In the legal realm, traditional eDiscovery solutions have become popular to aid in uncovering key relationships and activities through documents, emails and social media activity, but to date the accounting profession lacks a parallel. Not to mention even these legal eDiscovery solutions don’t truly “follow the money” — but rather point to potential financial connections that then require further fraud investigation and valuable staff time.
Bank and brokerage statements and monetary transfers, arguably the most significant pieces of information to uncover financial fraud, have historically not been included or evaluated in technology tools — whether eDiscovery for the legal field or audit tools for those of us in the accounting profession.
While financial visibility has proven difficult to create in audits, fraudsters have continued to adopt new ways of moving money. Recent reports show that PPP loan fraud soared in the last two years, putting billions of taxpayer dollars in the pockets of criminals. Occupational fraud also remains a significant problem.
A recent report published by the Association of Certified Fraud Examiners (ACFE) titled, “Occupational Fraud: A Report to the Nations” evaluated 2,110 cases — and found them to have caused financial losses totaling more than $3.6 billion. Additionally, financial statement fraud, while less common, is cited as being responsible for the most amount of damage, with an average loss of $529k.
According to the same report, it is estimated that fraud takes, on average, more than 12 months to discover. The proliferation of data online, and increased activity in crypto, only magnify the opportunities.
Add to that, inexpensive access to capital and consistent economic expansion during the last decade has resulted in high risk and fraudulent activities being more easily masked and even rewarded. But as the money supply becomes more constrained and the cost of capital increases, liquidity, and the ability to access funds will become restricted.
This new macro-environment is bound to expose weak business models, high-risk investments, fraud, and Ponzi schemes. In short, the more the economy tightens, the more exposure of fraud we will see.
So, how can accounting professionals be ready for this wave of fraud cases — and more effectively “follow the money” in audits? Some experts argue that the next decade will be one of new drivers, in particular technology, which is giving auditors significant new capabilities to measure risk and find irregularities — and in the longer term, market demand for more significant and faster assurance around a broader range of activities.
Whether managing audits or financial investigations for business valuation or other financial events, there is clearly an opportunity to evolve our long-held approaches. First and foremost, now is the time for firms to assess their audit practices and their choice of associated technologies, ahead of the expected surge in audits and financial forensic investigations.
Many technologies exist to aid in practice management, and sorting through those can be daunting. But in this day and age, it is important to evaluate the technologies that go beyond practice management tools, to include those that fundamentally address the work itself.
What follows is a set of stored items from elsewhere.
package stages

import (
	"fmt"
	"math"
	"runtime"
	"strata/stages/analysis"
	"strconv"

	"strata/stages/dos"
	"strata/stages/exact"
	"strata/stages/lattice"
	"strata/stages/ratio"
	"strata/stages/transform"
)

// Shard names one sample shard of a branch.
type Shard struct{ M, Chunk int }

// RatiosParams configure the ratios of one branch.
type RatiosParams struct {
	D, L                      int
	Beta                      float64
	Estimator                 string
	Sectors                   string // "" or Magnetization, or Monomer
	Block                     int    // sweeps per stored row of magnetization shards
	MinTauRatio, WarnTauRatio float64
	Shards                    []Shard // in the order of the inputs
}

// RatiosOut is the ratios stage's output. For monomer sectors the ratio
// labels are n = 2, 4, …, ≤ N and each ratio is ln[D(n)/D(n−2)].
type RatiosOut struct {
	D, N      int
	Beta      float64
	Estimator string
	Sectors   string `json:",omitempty"` // Monomer, or empty for magnetization
	Result    ratio.Result
}

// Ratios returns the task estimating ln r(M) from a branch's shards. It
// decodes the shards of one sector at a time (the estimators visit the
// sectors in turn), so its memory grows with one sector's measurement
// series, not with the branch's.
func Ratios(p RatiosParams) Task {
	monomer := p.Sectors == Monomer
	params := []Param{
		{"beta", F(p.Beta)}, {"dimension", I(p.D)}, {"estimator", p.Estimator},
		{"min_tau_ratio", F(p.MinTauRatio)}, {"size", I(p.L)}, {"warn_tau_ratio", F(p.WarnTauRatio)},
	}
	sectors := ""
	if monomer {
		params = append(params, Param{"sectors", Monomer})
		sectors = Monomer
	} else {
		params = append(params, Param{"block_sweeps", I(p.Block)})
	}
	return lazyTask(Task{
		Stage: RatiosStage, Version: ratiosVersion,
		Params: params,
		Lazy: func(get func(int) ([]byte, error)) ([]byte, error) {
			lat, err := lattice.New(p.D, p.L)
			if err != nil {
				return nil, err
			}
			bySector := map[int][]int{}
			for i, sh := range p.Shards {
				bySector[sh.M] = append(bySector[sh.M], i)
			}
			in := &ratio.Input{D: p.D, N: lat.N, Beta: p.Beta, Cols: Columns(p.Estimator, p.D), Monomer: monomer,
				MinTauRatio: p.MinTauRatio, WarnTauRatio: p.WarnTauRatio}
			if !monomer {
				in.SweepsPerRow = p.Block
			}
			in.Load = func(m int) ([][]float64, error) {
				var out [][]float64
				for _, i := range bySector[m] {
					b, err := get(i)
					if err != nil {
						return nil, err
					}
					sh := p.Shards[i]
					var data []float64
					if monomer {
						var cols int
						if data, _, cols, err = DecodeNpy(b); err == nil && cols != in.Cols {
							err = fmt.Errorf("%d columns, want %d", cols, in.Cols)
						}
					} else {
						var raw []uint32
						var cols int
						want := ratio.RawColumns(ratio.ChainOf(p.Estimator), p.D)
						if raw, _, cols, err = DecodeCounts(b); err == nil && cols != want {
							err = fmt.Errorf("%d columns, want %d", cols, want)
						}
						if err == nil {
							data, err = ratio.Cook(p.Estimator, p.D, lat.N, sh.M, p.Beta, raw)
						}
					}
					if err != nil {
						return nil, fmt.Errorf("shard %s chunk %d: %w", sectorLabel(sectors, sh.M), sh.Chunk, err)
					}
					out = append(out, data)
				}
				return out, nil
			}
			res, err := ratio.Estimate(p.Estimator, in)
			if err != nil {
				return nil, err
			}
			return encode(RatiosOut{D: p.D, N: lat.N, Beta: p.Beta, Estimator: p.Estimator, Sectors: sectors, Result: *res})
		},
	})
}

// StitchOut is the stitched density of states with its replicas. For
// magnetization sectors LnRho is ln ρ(M) at index (M+N)/2; for monomer
// sectors (Sectors = Monomer) it is ln D(n) − ln D(0) at index n/2 and the
// pair labels M are n = 2, 4, ….
type StitchOut struct {
	D, N                int
	Beta                float64
	Sectors             string    `json:",omitempty"`
	M                   []int     // pair labels M of the ratios, N, N−2, … (monomer: n = 2, 4, …)
	LnRatio, LnRatioErr []float64 // ln ρ(M)/ρ(M−2) (monomer: ln D(n)/D(n−2))
	Tau                 []float64
	LnRho, LnRhoErr     []float64   // index (M+N)/2 (monomer: n/2)
	Replicas            [][]float64 // ln ρ (monomer: ln D) per replica
	Warnings            []string
}

// sectorLabel names a chain: "M=4" or "n=4".
func sectorLabel(sectors string, m int) string {
	if sectors == Monomer {
		return fmt.Sprintf("n=%d", m)
	}
	return fmt.Sprintf("M=%d", m)
}
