"""A protocol described by its states and measurements (``described``): numerical, certified, finite size.

The user describes the protocol in a file (signal states, POVMs, announcements and key map, statistics);
:mod:`.description` validates it and builds the key-rate problem; :mod:`.analysis` turns an observed block
into a certified key length (collective attacks; proofs_notes/protocols/described.md); :mod:`.scenario` and
:mod:`.design` give designs and block sizes.  The solver is :mod:`finitekey.numerical.solver`.
"""

from __future__ import annotations

from ..._threads import with_one_blas_thread
from .._registry import register
from .._spec import protocol_schema, table_rows
from . import analysis, block, description, design, scenario
from .analysis import key_length, key_length_batch, term_specs
from .block import BLOCK_SCHEMA_RULES, BLOCK_SPECS, PROTOCOL_NAME, DescribedBlock, parse_block
from .description import Description, parse_description
from .scenario import SCENARIO_SCHEMA_RULES, SCENARIO_SPECS, DescribedScenario, parse_scenario, scenario_fields, with_field

__all__ = ["Described", "DESCRIBED_PROTOCOL", "PROTOCOL_NAME", "DescribedBlock", "DescribedScenario", "Description",
           "parse_block", "parse_scenario", "parse_description", "key_length", "key_length_batch", "term_specs",
           "analysis", "block", "description", "design", "scenario"]


class Described:
    """The registered protocol object of a described protocol (see the protocol interface)."""

    name = PROTOCOL_NAME
    statistics_methods = ("exact",)
    default_statistics = "exact"

    parse_block = staticmethod(parse_block)
    parse_scenario = staticmethod(parse_scenario)
    scenario_fields = staticmethod(scenario_fields)
    with_field = staticmethod(with_field)
    block_specs = BLOCK_SPECS
    scenario_specs = SCENARIO_SPECS

    @staticmethod
    def asymptotic_rate(scenario):
        """Key per round of an infinite block (see :func:`.design.asymptotic_rate`)."""
        return design.asymptotic_rate(scenario)

    @staticmethod
    def key_length(block, statistics=None):
        """:func:`.analysis.key_length` (see there for the parameters)."""
        return key_length(block, statistics)

    @staticmethod
    def key_length_batch(blocks, statistics=None, jobs: int = 1):
        """:func:`.analysis.key_length_batch` (see there for the parameters)."""
        return key_length_batch(blocks, statistics, jobs=jobs)

    @staticmethod
    @with_one_blas_thread
    def design(scenario, statistics=None, **options):
        """:func:`.design.design` with one BLAS thread (see there for the parameters)."""
        return design.design(scenario, statistics, **options)

    @staticmethod
    @with_one_blas_thread
    def blocksize(scenario, target, statistics=None, **options):
        """:func:`.design.blocksize` with one BLAS thread (see there for the parameters)."""
        return design.blocksize(scenario, target, statistics, **options)

    @staticmethod
    def fields_table() -> dict:
        """Every scenario and block field: ``{"scenario": rows, "block": rows}``.

        Returns
        -------
        dict
        """
        return {"scenario": table_rows(SCENARIO_SPECS), "block": table_rows(BLOCK_SPECS)}

    @staticmethod
    def json_schema(kind: str) -> dict:
        """JSON Schema (draft 2020-12) of a ``"block"`` or a ``"scenario"``, from the field declarations.

        Returns
        -------
        dict
        """
        return protocol_schema(PROTOCOL_NAME, kind, BLOCK_SPECS, SCENARIO_SPECS, BLOCK_SCHEMA_RULES,
                               SCENARIO_SCHEMA_RULES)

    @staticmethod
    def default_scenario():
        """The built-in scenario: qubit BB84 as a described protocol (fictional numbers).

        Returns
        -------
        DescribedScenario
        """
        return scenario.default_scenario()


DESCRIBED_PROTOCOL = register(Described())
Incorporating financial eDiscovery tools is just one example. The technologies being introduced today can, at long last digitize information on bank and brokerage statements, check images, and monetary transfers, eliminating the need to undertake painstaking manual work while removing the risk-taking involved in sampling data. Ultimately, with financial eDiscovery, firms have an opportunity to improve staff utilization, limit or eliminate the need for sampling entirely, and significantly improve audit accuracy.
I’d argue that in the audits of tomorrow any document with the potential to show material and money movement will be digitized, and auditors will be able to look at the entirety of the financial data set, rather than a piece of it. Ultimately these new financial eDiscovery tools will forever change not only what data we can look at — but how quickly we can identify and close in on irregularities.
At long last, the technologies exist that allow us to create financial evidence as a comprehensive data set, speed its analysis, and provide finer details around what exactly happened to the money. In short, we can finally truly “follow the money.” Providing digitization of, and true transparency into financial documents was perhaps the last frontier, but moving forward, audits will begin to include these first as a matter of differentiation, and later as a matter of course.
By adopting new technologies and techniques, and removing manual procedures and short cuts like sampling, we will not only accelerate our work and remove risk, but we can also meet the moment and change auditing for the better.